» **What is expected**
Please count how many lines in the entries below contain "compare" and reply with the figure alone.
━━━
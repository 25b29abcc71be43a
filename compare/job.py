"""A job file read into frozen data, or every one of its mistakes."""

from __future__ import annotations

import hashlib
import re
import tomllib
from collections.abc import Mapping
from dataclasses import dataclass
from pathlib import Path as FilePath

from intrados.compare import schema
from intrados.compare.loads import read_loads, scaled
from intrados.compare.mistake import JobMistakes, choices, located, nearest, shown
from intrados.compare.reader import Reader
from intrados.compare.sections import read_sections
from intrados.compare.stations import read_stations, settle
from intrados.compare.toml_lines import Path
from intrados.compare.units import UNIT_SETS, Units
from intrados.theory.hand import HandTheory
from intrados.theory.load import Load, LoadError
from intrados.theory.member import Arc, Member, Piece, Straight
from intrados.theory.outline import faults
from intrados.theory.section import Section
from intrados.theory.statics import Loading, Support, loading
from intrados.theory.station import Station

_TABLES = ("title", "units", "material", "section", "member", "ends", "load", "case", "stations", "agreement", "theory")
# A straight longer than so many depths is a slip of units.
_MOST_DEPTHS = 500
_CONTROL = re.compile(r"[\x00-\x1f\x7f-\x9f]")


@dataclass(frozen=True)
class Case:
    """A load case: factors on the loads by name, 1 where none is given. The case of a job without cases has no name."""

    name: str
    factors: Mapping[str, float]


@dataclass(frozen=True)
class Job:
    """A checked job. ``loadings`` holds the loaded member of each case, ``loads`` the loads as given."""

    title: str
    unit_set: str
    units: Units
    material: schema.Material
    sections: Mapping[str, Section]
    member: Member
    loads: tuple[Load, ...]
    cases: tuple[Case, ...]
    loadings: tuple[Loading, ...]
    stations: tuple[Station, ...]
    agreement: schema.Agreement
    hand: HandTheory
    sha256: str


def read_job(path: FilePath) -> Job:
    """The job in a file. Raises JobMistakes with a line for every mistake."""
    try:
        content = path.read_bytes()
    except OSError as error:
        raise JobMistakes((f"{path}: cannot be read ({error.strerror}); give a job file or demo:NAME",)) from error
    return parse_job(content, str(path))


def parse_job(content: bytes, source: str) -> Job:
    """The job in the bytes of a file; ``source`` names it in mistakes. Raises JobMistakes."""
    try:
        text = content.decode("utf-8-sig").replace("\r\n", "\n")
    except UnicodeDecodeError as error:
        line = content[: error.start].count(b"\n") + 1
        raise JobMistakes((f"{source}:{line}: job: not UTF-8 text; save the file as UTF-8",)) from error
    try:
        data = tomllib.loads(text)
    except tomllib.TOMLDecodeError as error:
        raise JobMistakes((_not_toml(source, text, str(error)),)) from error
    except (ValueError, RecursionError) as error:
        said = "a number has thousands of digits, or brackets are nested hundreds deep"
        raise JobMistakes((f"{source}:1: job: cannot be read: {said}",)) from error
    reader = Reader()
    job = _read(reader, data, hashlib.sha256(content).hexdigest())
    if reader.mistakes or job is None:
        raise located(source, text, reader.mistakes)
    return job


def _not_toml(source: str, text: str, said: str) -> str:
    """tomllib ends its message with the place: move the line to the front."""
    message, _, place = said.partition(" (at ")
    words = place.rstrip(")").replace(",", "").split()
    line = words[1] if words[:1] == ["line"] else str(text.count("\n") + 1)
    column = f" at column {words[3]}" if len(words) == 4 else ""
    return f"{source}:{line}: job: not TOML{column}: {message[0].lower()}{message[1:]}"


def _read(reader: Reader, data: Mapping[str, object], sha256: str) -> Job | None:
    misspelt = reader.unknown(data, _TABLES, ())
    title = data.get("title", "Untitled")
    if not isinstance(title, str) or not title.strip() or _CONTROL.search(title):
        reader.add(("title",), f"given {shown(title)}; must be a text in quotes, on one line")
        title = ""
    unit_set = data.get("units", "mm-N-MPa")
    if not isinstance(unit_set, str) or unit_set not in UNIT_SETS:
        reader.add(("units",), f"given {shown(unit_set)}; must be one of {choices(UNIT_SETS)}")
        unit_set = "mm-N-MPa"
    given = {key: _required(reader, data, key, misspelt) for key in ("material", "section", "member", "ends")}
    material = None
    if given["material"] is not None:
        material = reader.table(schema.Material, given["material"], ("material",))
    agreement = reader.table(schema.Agreement, data.get("agreement", {}), ("agreement",))
    theory = reader.table(schema.Theory, data.get("theory", {}), ("theory",))
    sections = read_sections(reader, given["section"])
    member = _read_member(reader, given["member"], sections)
    ends = _read_ends(reader, given["ends"])
    loads = read_loads(reader, data.get("load", None if "load" in misspelt else []), member, ends)
    cases = _read_cases(reader, data.get("case"), loads)
    asked = read_stations(reader, data.get("stations", {}), member)
    if sections is None or member is None or ends is None or loads is None or cases is None:
        return None
    loadings = _loadings(reader, member, ends, loads, cases)
    stations = settle(reader, member, asked, loadings)
    if reader.mistakes or material is None or agreement is None or theory is None:
        return None
    sound = {name: section for name, section in sections.items() if section is not None}
    return Job(
        title,
        unit_set,
        UNIT_SETS[unit_set],
        material,
        sound,
        member,
        tuple(load for _, load in loads),
        cases,
        loadings,
        stations,
        agreement,
        HandTheory(theory.flanges, material.nu),
        sha256,
    )


def _required(reader: Reader, data: Mapping[str, object], key: str, misspelt: set[str]) -> object:
    """What the key holds; None where it is missing, which is noted unless it is there under a misspelt name."""
    if key not in data and key not in misspelt:
        reader.add((key,), f"missing; a job needs [{key}]")
    return data.get(key)


def _read_member(reader: Reader, data: object, sections: Mapping[str, Section | None] | None) -> Member | None:
    if data is None:
        return None
    head = reader.table(schema.Member, data, ("member",))
    given = data.get("pieces") if isinstance(data, Mapping) else None
    if not isinstance(given, list):
        return None
    pieces = reader.each(given, ("member", "pieces"), lambda item, path: _read_piece(reader, item, path, sections))
    if head is None or not pieces or any(piece is None for piece in pieces):
        return None
    member = Member(head.datum, (head.start[0], head.start[1]), head.heading, tuple(pieces))
    found = faults(member)
    for fault in found:
        reader.add(("member", "pieces", fault.piece, fault.key), _with_given(given[fault.piece], fault.key, fault.text))
    return None if found else member


def _with_given(table: Mapping[str, object], key: str, text: str) -> str:
    return f"given {shown(table[key])}; {text}"


def _read_piece(
    reader: Reader, data: object, path: Path, sections: Mapping[str, Section | None] | None
) -> Piece | None:
    if isinstance(data, Mapping) and ("straight" in data) == ("arc" in data):
        reader.add(path, "must have either straight = its length, or arc = its radius and sweep = its angle")
        return None
    is_arc = isinstance(data, Mapping) and "arc" in data
    table: schema.ArcPiece | schema.StraightPiece | None
    table = reader.table(schema.ArcPiece, data, path) if is_arc else reader.table(schema.StraightPiece, data, path)
    if table is None:
        return None
    if isinstance(table, schema.ArcPiece) and table.sweep == 0.0:
        reader.add((*path, "sweep"), "given 0; must not be zero: > 0 turns left, < 0 right")
    if sections is None:
        return None
    names = [table.section] * 2 if isinstance(table.section, str) else table.section
    for name in dict.fromkeys(names):
        if name not in sections:
            said = f"given {shown(name)}, which is no section of this job; {nearest(name, sections)}"
            reader.add((*path, "section"), said)
    first, second = (sections.get(name) for name in names)
    if first is None or second is None:
        return None
    if isinstance(table, schema.ArcPiece):
        return None if table.sweep == 0.0 else Arc(table.arc, table.sweep, (first, second))
    depth = min(first.depth, second.depth)
    if table.straight > _MOST_DEPTHS * depth:
        given = f"given {shown(table.straight)}, with a depth of {shown(depth)}"
        reader.add((*path, "straight"), f"{given}; must be {_MOST_DEPTHS} depths at most: are both in one unit?")
        return None
    return Straight(table.straight, (first, second))


def _read_ends(reader: Reader, data: object) -> tuple[Support, Support] | None:
    ends = None if data is None else reader.table(schema.Ends, data, ("ends",))
    if ends is None:
        return None
    if ends.start == ends.end == "clamped":
        reader.add(
            ("ends", "end"),
            'given "clamped" at both ends, which statics alone does not determine; must be "free" at one end at least',
        )
        return None
    return ends.start, ends.end


def _read_cases(reader: Reader, data: object, loads: list[tuple[Path, Load]] | None) -> tuple[Case, ...] | None:
    if data is None:
        return (Case("", {}),)
    if data == []:
        reader.add(("case",), "given no case; must hold one at least, or be left out")
    reader.unique_names(data, ("case",))
    tables = reader.each(data, ("case",), lambda item, path: reader.table(schema.Case, item, path))
    if any(table is None for table in tables) or not tables:
        return None
    if loads is None:
        return None
    names = [load.name for _, load in loads]
    known = True
    for index, table in enumerate(tables):
        for name in table.factors:
            if name not in names:
                reader.add(("case", index, "factors", name), f"no load has this name; {nearest(name, names)}")
                known = False
    return tuple(Case(table.name, table.factors) for table in tables) if known else None


def _loadings(
    reader: Reader,
    member: Member,
    ends: tuple[Support, Support],
    loads: list[tuple[Path, Load]],
    cases: tuple[Case, ...],
) -> tuple[Loading, ...]:
    """The member under the loads of each case; what cannot enter or does not balance is noted."""
    loadings = []
    for index, case in enumerate(cases):
        where: Path = ("case", index, "factors") if case.name else ("load",)
        factors = [case.factors.get(load.name, 1.0) for _, load in loads]
        acting = [scaled(load, factor) for (_, load), factor in zip(loads, factors, strict=True) if factor != 0.0]
        if not acting:
            reader.add(where, f"no load acts in case {case.name}: give one a factor that is not zero")
            continue
        try:
            loaded = loading(member, *ends, tuple(acting))
        except LoadError as error:
            reader.add(where, f"case {case.name}: {error}")
            continue
        imbalance = loaded.imbalance()
        if imbalance is not None:
            reader.add(
                where,
                f"loads on a member with both ends free must balance{' in case ' + case.name if case.name else ''}: "
                f"what is left is a force of ({imbalance.force[0]:.6g}, {imbalance.force[1]:.6g}) and a moment of "
                f"{imbalance.moment:.6g} (force times length, counter-clockwise)",
            )
        loadings.append(loaded)
    return tuple(loadings)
━━━
» **Solution below**
9